そのスマホの画面には、「Aさん」という名前でコンタクトされた、中年男性とのLINE会話が表示されていた。


---


Aさん:「昨日はありがとうね伶奈ちゃん可愛かったよ(^^)」


伶奈:「ありがとー。一緒に買い物してくれて。楽しかったな。ところでー、前から欲しかったそのコスメ、まだですか?」


Aさん:「あ、そっか。今度のお休みに買ってあげるね。いくらのやつだっけ(・・?)」


伶奈:「Diorの限定セットだよ。三万五千円。」


Aさん:「わかった。買ってあげるよ。伶奈ちゃんのためなら何でもするよ。( ^ω^ )」


---


伶奈は、その会話を読み返しながら、心の中で嘲笑った。


(だっさwww)


その一言は、Aさんに向けられた言葉だった。


(私が本当におっさん好きだと思ってるんだ。キモwww)


そう相手のおっさんをボロクソに思いながら、伶奈は、スマートフォンを投げ捨てるように横に置いた。



(あんないい年して私みたいな子とイチャイチャしたいなんて、本当にきもいでしょwww。絶対モテなかった野郎なーwまあ、この私の美貌に気づくのはさすがだと思うけど。いや、みんな知ってるか。)


そう思いながら必死にさっきまでのムカつく感情を押し殺しながら、伶奈は、次に何を貢いでもらおうかと考えた。


ガラガラガラ。


そんな時、教室のドアを開けて慧が入ってきた。彼はスマホを触ってる伶奈を見て、ため息を吐いた。
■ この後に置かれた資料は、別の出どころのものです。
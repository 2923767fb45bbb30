"""The balance law cell by cell: faces of a plane mesh and cells of a solid."""

import json
from fractions import Fraction

import numpy as np
import pytest
from hypothesis import given, settings
from hypothesis import strategies as st

from dec.audit.questions import balance, loops
from dec.calculus.complex import Complex, grid
from dec.calculus.dataset import Dataset, Field
from dec.errors import InputError

from .mesh_shapes import dataset, noted, row, sample, with_field

# plane meshes: one balance a face


def test_a_source_of_strength_two_flows_out_of_every_face_in_proportion_to_its_area():
    # div (x, y) = 2, and the rule is exact for linear fields
    K = Complex.from_faces([[0, 1, 2, 3], [1, 4, 2]], points=[[0, 0], [2, 0], [2, 1], [0, 1], [5, 0]])
    audit = balance(dataset(K, K.points), field="U")
    faces = audit.table("faces").set_index("id")["value"]
    assert faces[0] == pytest.approx(4.0, rel=1e-14)
    assert faces[1] == pytest.approx(3.0, rel=1e-14)
    assert audit.holds is False
    assert row(audit, "boundaries", "whole boundary")["value"] == pytest.approx(7.0, rel=1e-14)
    assert audit.extra["verdict"].startswith("2 of 2 faces not balanced")


def test_outward_stays_outward_for_faces_turned_clockwise():
    K = Complex.from_faces([[3, 2, 1, 0], [1, 4, 2]], points=[[0, 0], [2, 0], [2, 1], [0, 1], [5, 0]])
    audit = balance(dataset(K, K.points), field="U")
    assert audit.table("faces").set_index("id")["value"].round(12).to_dict() == {0: 4.0, 1: 3.0}
    assert noted(audit, "1 of 2 faces turned clockwise")
    assert row(audit, "boundaries", "whole boundary")["value"] == pytest.approx(7.0, rel=1e-14)


def test_the_vortex_on_the_annulus_balances():
    audit = balance(sample("annulus.vtu"), field="vortex")
    assert audit.holds is True
    assert audit.dof == 1464
    # the borders are regular polygons round the vortex, so nothing crosses them
    assert np.abs(audit.table("boundaries")["value"]).max() < 1e-15
    assert balance(sample("annulus.vtu"), field="vortex_c").holds is True


def test_only_the_boundary_as_a_whole_is_judged():
    K = grid((3, 3))
    audit = balance(dataset(K, np.tile([3.0, 0.0], (9, 1)), regions={"inlet": (1, left_edges(K))}), field="U")
    assert audit.holds is True
    inlet = row(audit, "boundaries", "inlet")
    assert (inlet["value"], inlet["holds"]) == (-6.0, None)
    assert np.isnan(inlet["limit"])
    assert row(audit, "boundaries", "whole boundary")["holds"] is True
    assert row(audit, "boundaries", "boundary 1")["holds"] is None
    listed = {r["id"]: r for r in audit.to_dict()["boundaries"]}
    assert listed["inlet"]["limit"] is listed["inlet"]["holds"] is None


def test_a_region_inside_is_left_out_by_name():
    K = grid((3, 3))
    inside = [e for e in range(12) if {int(K.tail[e]), int(K.head[e])} == {4, 5}]
    audit = balance(dataset(K, np.ones((9, 2)), regions={"baffle": (1, inside)}), field="U")
    assert "baffle" not in set(audit.table("boundaries")["id"])
    assert noted(audit, "region baffle is left out: 1 of its 1 edges lie inside")


def test_the_faces_of_a_flat_torus_have_one_relation():
    K = grid((3, 4), periodic=True)
    audit = balance(dataset(K, np.ones((12, 2))), field="U")
    assert audit.dof == 11
    assert audit.holds is True
    whole = row(audit, "boundaries", "whole boundary")
    assert (whole["value"], whole["holds"], whole["edges"]) == (0.0, True, 0)


# solids: one balance a cell


def test_water_through_the_elbow_balances_in_every_cell():
    # meshes/README.md: rigid rotation, exact for the rule; 0.01154318 m3/s in at y = 0 and out at x = 0
    data = sample("elbow.vtu")
    K = data.complex
    skin = np.flatnonzero(K.incidences.uses == 1)
    corners = K.points[K.faces.flat.reshape(-1, 3)[skin]]
    ends = {
        "inlet": np.abs(corners[:, :, 1]).max(axis=1) < 1e-12,
        "outlet": np.abs(corners[:, :, 0]).max(axis=1) < 1e-12,
    }
    regions = {name: (2, skin[chosen].tolist()) for name, chosen in ends.items()}
    audit = balance(dataset(K, data.fields["flow"]["vertices"].values, regions=regions), field="U", unit="m3/s")
    assert audit.holds is True
    assert audit.dof == 2268
    assert audit.table("cells")["limit"].max() < 1e-15
    assert row(audit, "boundaries", "inlet")["value"] == pytest.approx(-0.01154318, abs=5e-9)
    assert row(audit, "boundaries", "outlet")["value"] == pytest.approx(0.01154318, abs=5e-9)
    assert row(audit, "boundaries", "whole boundary")["faces"] == 612
    (whole,) = audit.extra["whole"]
    assert whole["left"] == whole["right"]
    assert abs(float(Fraction(whole["left"]))) < 1e-16


def test_one_wrong_vector_is_found_in_the_cells_round_it():
    data = sample("elbow.vtu")
    field = data.fields["flow"]["vertices"].values.copy()
    field[173] += [0.4, -0.3, 0.2]
    audit = balance(with_field(data, "flow", "vertices", field), field="flow", limit=1e-9)
    cells = audit.table("cells")
    bad = cells["id"][~cells["holds"].to_numpy(dtype=bool)]
    around = np.flatnonzero((data.complex.solids["tetra"] == 173).any(axis=1))
    assert len(bad) > 5
    assert set(bad) <= set(around.tolist())
    assert cells["id"].iloc[0] == cells["id"][cells["value"].abs().idxmax()]
    assert f"worst {cells['value'].iloc[0]:.4g} out of cell {cells['id'].iloc[0]}" in audit.extra["verdict"]


def test_where_one_wrong_vector_widens_its_own_limit_a_note_points_there():
    data = sample("elbow.vtu")
    field = data.fields["flow"]["vertices"].values.copy()
    field[173] += [0.4, -0.3, 0.2]
    audit = balance(with_field(data, "flow", "vertices", field), field="flow")
    note = next(note for note in audit.notes if "the limit is widest at cell" in note)
    cell = int(note.split("cell ")[1].split(",")[0])
    assert set(data.complex.solids["tetra"][cell].tolist()) & near(data.complex, 173)


def test_one_wrong_cell_value_is_found_in_the_cells_beside_it():
    K = grid((6, 6, 6))
    field = np.tile([1.0, 2.0, 3.0], (125, 1))
    field[62] += [0.5, 0.0, 0.0]
    audit = balance(dataset(K, field, at="cells"), field="U", limit=0.1)
    cells = audit.table("cells")
    bad = cells["id"][~cells["holds"].to_numpy(dtype=bool)].tolist()
    # half the jump crosses the two faces of cell 62 along x: out of the cell before, into the one after
    assert sorted(bad) == [62 - 25, 62 + 25]
    assert cells["value"].iloc[:2].abs().tolist() == [0.25, 0.25]


def test_cells_of_negative_volume_keep_outward_outward():
    tetra = np.array([[0, 1, 2, 3], [4, 2, 1, 3]])
    points = np.array([[0, 0, 0], [1, 0, 0], [0, 1, 0], [0, 0, 1], [1, 1, 1]], dtype=float)
    right = balance(dataset(Complex.from_cells({"tetra": tetra}, points=points), points), field="U")
    assert not noted(right, "inside out")
    tetra[1] = tetra[1, [1, 0, 2, 3]]
    audit = balance(dataset(Complex.from_cells({"tetra": tetra}, points=points), points), field="U")
    assert noted(audit, "1 of 2 cells turned inside out")
    for name in ("cells", "boundaries"):
        assert audit.table(name)["value"].to_numpy() == pytest.approx(right.table(name)["value"].to_numpy(), rel=1e-14)


def test_cells_that_lie_over_each_other_are_told():
    tetra = np.array([[0, 1, 2, 3], [1, 2, 3, 4]])
    points = np.array([[0, 0, 0], [1, 0, 0], [0, 1, 0], [0, 0, 1], [0.1, 0.1, 0.1]])
    audit = balance(dataset(Complex.from_cells({"tetra": tetra}, points=points), points), field="U")
    assert noted(audit, "1 face with cells that overlap on one side")


# sums against plain Python, exactness, the record


@given(st.integers(0, 2**32 - 1))
@settings(max_examples=15, deadline=None)
def test_net_fluxes_of_cells_are_those_of_plain_python(seed: int):
    random = np.random.default_rng(seed)
    K = grid((3, 3, 4))
    points = K.points + random.uniform(-0.2, 0.2, K.points.shape)
    K = Complex.from_cells({"hexahedron": K.solids["hexahedron"]}, points=points)
    field = random.normal(size=points.shape)
    found = {cell["id"]: cell["value"] for cell in balance(dataset(K, field), field="U").to_dict()["cells"]}
    for cell, corners in enumerate(K.solids["hexahedron"].tolist()):
        total = 0.0
        for side in ((0, 3, 2, 1), (4, 5, 6, 7), (0, 1, 5, 4), (1, 2, 6, 5), (2, 3, 7, 6), (3, 0, 4, 7)):
            # the two triangles that fan out from the corner at which the stored face starts: its lowest
            loop = [corners[s] for s in side]
            start = loop.index(min(loop))
            a, b, c, d = loop[start:] + loop[:start]
            for p, q, r in ((a, b, c), (a, c, d)):
                area = np.cross(points[q] - points[p], points[r] - points[p]) / 2
                total += float((field[p] + field[q] + field[r]) / 3 @ area)
        assert found[cell] == pytest.approx(total, abs=1e-12)


@given(st.integers(0, 2**32 - 1))
@settings(max_examples=20, deadline=None)
def test_the_whole_and_its_parts_agree_exactly_over_twelve_orders_of_magnitude(seed: int):
    random = np.random.default_rng(seed)
    K = grid((4, 5, 3))
    field = random.normal(size=K.points.shape) * 10.0 ** random.uniform(-6, 6, K.points.shape)
    audit = balance(dataset(K, field), field="U")
    (whole,) = audit.extra["whole"]
    skin = row(audit, "boundaries", "whole boundary")["value"]
    assert whole["holds"] is True
    assert Fraction(whole["left"]) == Fraction(whole["right"])
    assert float(Fraction(whole["left"])) == pytest.approx(skin, rel=1e-9)
    assert sum(map(Fraction, audit.table("cells")["value"])) != Fraction(whole["left"])  # rounded parts do not


def test_the_record_has_the_keys_of_every_mesh_audit_and_the_same_bytes_each_time():
    data = sample("elbow.vtu")
    first, second = (balance(data, field="flow", limit="0.1%", unit="m3/s") for _ in range(2))
    assert first.to_json() == second.to_json()
    record = json.loads(first.to_json())
    assert record["law"] == "balance"
    assert record["chi_square"] is record["p_value"] is record["limit"] is record["shares"] is None
    assert {"cells", "boundaries", "notes", "not_shown", "whole", "verdict"} <= set(record)
    assert set(record["cells"][0]) == {"id", "value", "limit", "holds", "x", "y", "z"}
    assert record["asked"] == {"field": "flow", "at": "vertices", "limit": "0.1%", "unit": "m3/s"}
    assert noted(first, "of gross, as given; gross is the sum of the magnitudes of the fluxes")


def test_a_cell_is_placed_at_its_middle():
    points = np.array([[0, 0, 0], [4, 0, 0], [0, 4, 0], [0, 0, 8]], dtype=float)
    K = Complex.from_cells({"tetra": [[0, 1, 2, 3]]}, points=points)
    cell = balance(dataset(K, points), field="U").to_dict()["cells"][0]
    assert (cell["x"], cell["y"], cell["z"]) == (1.0, 1.0, 2.0)


def left_edges(K: Complex) -> list[int]:
    on = K.points[:, 0] == 0
    return np.flatnonzero(on[K.tail] & on[K.head]).tolist()


def near(K: Complex, vertex: int) -> set[int]:
    tetra = K.solids["tetra"]
    return set(tetra[(tetra == vertex).any(axis=1)].ravel().tolist())


@pytest.mark.parametrize("name", ["annulus", "wing", "elbow", "bracket"])
def test_noise_is_never_found_to_balance_or_close(name: str):
    part = sample(f"{name}.vtu")
    noise = np.random.default_rng(5).standard_normal(part.complex.points.shape)
    data = Dataset(part.complex, fields={"U": {"vertices": Field("U", "vertices", noise)}})
    assert balance(data, field="U").holds is not True
    assert loops(data, field="U").holds is not True


@pytest.mark.parametrize("size", [1.0, 30.0, 1e6])
def test_one_wrong_vector_in_a_linear_field_on_a_solid_is_not_found_to_balance(size: float):
    part = sample("elbow.vtu")
    field = part.field("flow").values.copy()
    field[277] += size * np.abs(field).max()
    data = Dataset(part.complex, fields={"U": {"vertices": Field("U", "vertices", field)}})
    audit = balance(data, field="U")
    assert audit.holds is not True
    assert "not decided" in audit.extra["verdict"] or "not balanced" in audit.extra["verdict"]
    assert balance(data, field="U", limit="1%").holds is False


@pytest.mark.parametrize(("grown", "stretched"), [(1e160, 1.0), (1.0, 1e110)])
def test_numbers_whose_sums_would_overflow_are_refused(grown: float, stretched: float):
    part = sample("elbow.vtu")
    K = Complex.from_cells(part.complex.solids, points=part.complex.points * stretched)
    data = Dataset(K, fields={"U": {"vertices": Field("U", "vertices", part.field("flow").values * grown)}})
    with pytest.raises(InputError, match="must stay within"):
        balance(data, field="U")
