def test_supplies_that_do_not_add_up_name_their_part_and_their_surplus_exactly():
    rows = [("A", "B", "1"), ("C", "D", "2"), ("D", "E", "2")]
    supply = {"A": 1, "B": -1, "C": "12345678901234567890.5", "D": 0, "E": 0}
    with pytest.raises(UnsolvableError) as caught:
        balance(network(rows), "y", sd=1, supply=supply)
    assert str(caught.value) == (
        "part 2 (C, D, E; 3 vertices) has no open vertex, yet its supplies add up to 12345678901234567890.5, not 0; "
        "name an open vertex or correct a supply"
    )
    assert balance(network(rows), "y", sd=1, supply=supply, open=["E"]).dof == 3


def test_a_vertex_without_supply_is_taken_as_open_and_a_note_says_so():
    audit = balance(chain("1", "2"), "y", sd=1, supply={"J1": 0})
    assert audit.notes[0] == "2 vertices without a supply value taken as open (S, T); write 0 where nothing is put in"
    assert audit.asked["open"] == ["S", "T"]
    told = balance(chain("1", "2"), "y", sd=1, supply={"J1": 0}, open=["S", "T"])
    assert not any("taken as open" in note for note in told.notes)


def test_parts_without_a_held_potential_are_named():
    rows = [("A", "B", "1"), ("C", "D", "2"), ("E", "F", "")]
    notes = loops(network(rows), "y", sd=1, fixed={"A": 5}).notes
    assert (
        "3 parts without a fixed potential: only differences inside count there, measured from C, E, F, taken as 0"
        in notes
    )
    assert any(note.startswith("no potential is fixed: in each part") for note in loops(network(rows), "y").notes)
    held = loops(network(rows[:1]), "y", sd=1, fixed={"A": 5}).notes
    assert not any("fixed" in note for note in held)


def test_self_loops_unchecked_and_unknown_edges_are_told():
    rows = [("A", "A", "1"), ("A", "B", "2"), ("B", "C", ""), ("C", "B", "")]
    notes = balance(network(rows), "y", sd=1, open=["A", "C"]).notes
    assert "1 edge with both ends at one vertex (1); no balance sees such an edge" in notes
    assert "2 edges unchecked: measured, but nothing can contradict them (1, 2)" in notes
    assert "2 edges unknown: not measured, and their values do not follow from the others (3, 4)" in notes
    turned = loops(network(rows), "y", sd=1).notes
    assert "1 edge with both ends at one vertex (1); such an edge must read zero" in turned


def test_groups_that_balance_only_together_are_listed_by_their_first_names():
    rows = [("S", "A", "7"), *((f"{a}", f"{b}", "") for a, b in zip("ABCDE", "BCDEF", strict=True)), ("F", "T", "5")]
    table = balance(network(rows), "y", sd=1, open=["S", "T"]).vertices
    assert table["id"].tolist()[-1] == "A+B+C+D+... (6 in all)"
    assert table["residual"].tolist()[-1] == 2.0
    assert table["residual"][:-1].isna().all()


def test_standard_deviations_too_far_apart_are_refused_and_not_answered_wrongly():
    rows = [("S", "J", "1", "1e-9"), ("J", "T", "1", "1e3")]
    with pytest.raises(AccuracyError, match=r"the largest is 1\.0e\+12 times the smallest"):
        balance(network(rows), "y", sd="sd", open=["S", "T"])


def test_the_json_has_every_promised_key_and_plain_values():
    rows = [("S", "J", "5.0"), ("J", "T", "9.0"), ("J", "T", ""), ("J", "J", "1"), ("T", "S", "-2")]
    for audit in (
        balance(network(rows), "y", sd=0.1, open=["S", "T"], unit="L/s"),
        balance(network(rows), "y"),
        loops(network(rows), "y", sd=0.1, fixed={"S": 1}),
        loops(network(rows), "y", limit=2),
        loops(chain("1"), "y"),
    ):
        found = json.loads(audit.to_json(), parse_constant=pytest.fail)
        assert [key for key in found if key in TOP_KEYS] == TOP_KEYS
        assert found["schema"] == "dec.audit/1"
        assert set(found["counts"]) == {"vertices", "edges", "components", "loops", "measured"}
        for name, keys in (
            ("edges", EDGE_KEYS),
            ("vertices", VERTEX_KEYS),
            ("loops", LOOP_KEYS),
            ("suspects", SUSPECT_KEYS),
        ):
            assert all(list(row)[: len(keys)] == keys for row in found[name])
        assert list(audit.edges) == [*EDGE_KEYS, "class"]
        more = ["fault", "fault_sd", "fault_statistic", "class", "detectable", "limit", "holds", "group"]
        assert list(audit.vertices) == [*VERTEX_KEYS, *more]
        assert [row["id"] for row in found["edges"]] == audit.edges["id"].tolist()
        assert all(isinstance(row[key], str) for row in found["edges"] for key in ("id", "from", "to", "standing"))
        assert all(leg[1] in (1, -1) and isinstance(leg[0], str) for loop in found["loops"] for leg in loop["legs"])
    assert found["inputs"] == []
「はあ。次は一体誰から貢いでもらおうとしてるんだ?前散々貢いでもらっただろ。」


「えー。だって私の推しの『フェンダニシャブ』様のライブがまたあるんだよ。だから服とかメイクも新調していかないと、フェンシャブ様に申し訳ないじゃない!」


「はいはい。あー。可哀想だな。貢ぐ人も、そのフェンシャブ様も。」


そう心にもこもってないようなことを慧は言いながら机にどかっと座った。


そんな慧の態度が気に入らなかったのか、伶奈も口撃をすることにした。


「でもさでもさでもさ、そんな成績優秀な慧くんも、バカな頭の女子引っ掛けてラブホとか行ったりデートしたりしてるじゃーん。前私見たよ。S組の麻央ちゃん釣ってラブホ入ってたじゃーん。まあ普通に気をつけた方がいいよ。それでバレたらこんな楽しいこと二度とできなくなるかもだし。」


「まあそのお節介はありがたく受け取るとしよう。だがまあ大丈夫だぞ。この学校の生徒を釣ることはあんまやる気ないしな。で、そんなムカムカしてるとなると、おまえのちょかいが失敗したのか。」


「あ"ー。その話をしないでよ! マジであんな女より私の方が可愛いでしょ! なのになんであいつは私に目もくれないのよ!」


「ふw ざまあみろだ。」


そう伶奈と慧はしばらく言い合いをしてたが、飽きたのか伶奈はスマホをいじった。


「てかさ、来週また乱交パーティでしょ。マジで最近こういうのはよくやるけど、また誰かの友情引き裂きたいな。最近やってなかったし。」


その時、慧の顔に、わずかな「興味」が浮かんだ。


その表情の変化は、微かだったが、伶奈は敏感にそれを察知した。


「何?何か思いついたの?」


伶奈は、慧の方に身を乗り出した。


慧は、静かに笑った。その笑い方は、いつもの笑みではなく、より「深い企み」を秘めたものだった。


「ああ。いいネタを思いついた」


「え、何?誰?」


伶奈の目は、ぎらぎらと輝いた。その輝きは、「新しい獲物を見つけた狩人」のそれだ。


慧は、ゆっくりと口を開いた。


「じゃあ我らが生徒会長の厳と、その幼馴染の悠真の友情を引き裂いてみればいいんじゃないか?」


その一言が、伶奈の耳に届いた時、彼女の心は、一瞬で「興奮」に包まれ、その後に疑問が浮かれた。


「え…?悠真って誰?」


伶奈は、悠真という聞いたことのない人物の名前を聞き、首を傾げた。


「ああ。悠真ってやつは、厳の幼馴染でな、中学も同じらしい。で、厳とは長い付き合いだが、厳と違ってただのインキャだからな。厳も自分と仲がいいことが公になったらいじめられると思ってるからあまり有名じゃないんだ。 だがまあ厳が唯一心を開いてる存在って言ってもいいだろうな。」


その慧の言葉を反復しながら、伶奈は、その「構図」の美しさに気づき始めた。


学園のトップ。その男が、唯一心を許しているという幼馴染。その二人の絆を「破壊する」。


それは、単なる「バカップル」を引き裂くことよりも、ずっと「大きな作品」を作ることだ。


「いいね!」


伶奈は、叫んだ。


その叫びは、純粋な「興奮」から発せられたものだった。


「その二人の友情を壊して、絶望するのを見るって最高じゃん!どうなっちゃうんだろうな。もしかしたらその悠真くん殴られちゃうかも、、、」


怜奈はその光景を頭の中でイメージし、それを見ながら恍惚の表情を浮かべていた。


「マジで?マジでそれやるの?」


慧は、微かに微笑んだ。


「ああ。やろう。完璧にな」


「どうやるの?その二人…」


伶奈は、その「方法」を想像し始めた。その想像の中で、彼女は、無数の「シナリオ」を描き始めた。


慧は、机の上に座った。その姿勢は、「完全に計画を練る準備がある」ということを示していた。


そして2人はその計画を立て、大まかな流れを決めてから帰るのであった。


 邪悪な企みを学校に残して。

人物紹介(?) 桜庭伶奈


私は生まれてきた頃から完璧だった。

成績も良く、コミュニケーション能力もある。運動もぼちぼちできるし、何より、この「美貌」がある。

私はずっとモテている。小学生の頃に初めて告白されて、それからもずっとモテていた。

だけど何かが足りない。私には全て備わっていた。だけど、なんだろう。心が、満たされなかった....

だけど今ならわかる。初めてナンパされて、初めて行為を行った時、そして、仲の良かったカップルが目の前で喧嘩をし、彼氏さんが彼女さんを思いっきりぶってる時。それらを見て全て分かった。

私は、私の中は悪魔なんだ。ああいう行為を気持ちいと思って、絶望してる顔を見るのが大好き。永遠に騙されてるのを見るのが大好き。

だから私は悪女になることにした。せっかくなら、妲己を超える悪女になろう。それでも、バレたらいけない。

だってバレちゃったら二度とこんな遊びができないじゃん。

それに、バレるかどうかわからない中で悪いことをするの。 それって、めっちゃ最高じゃん!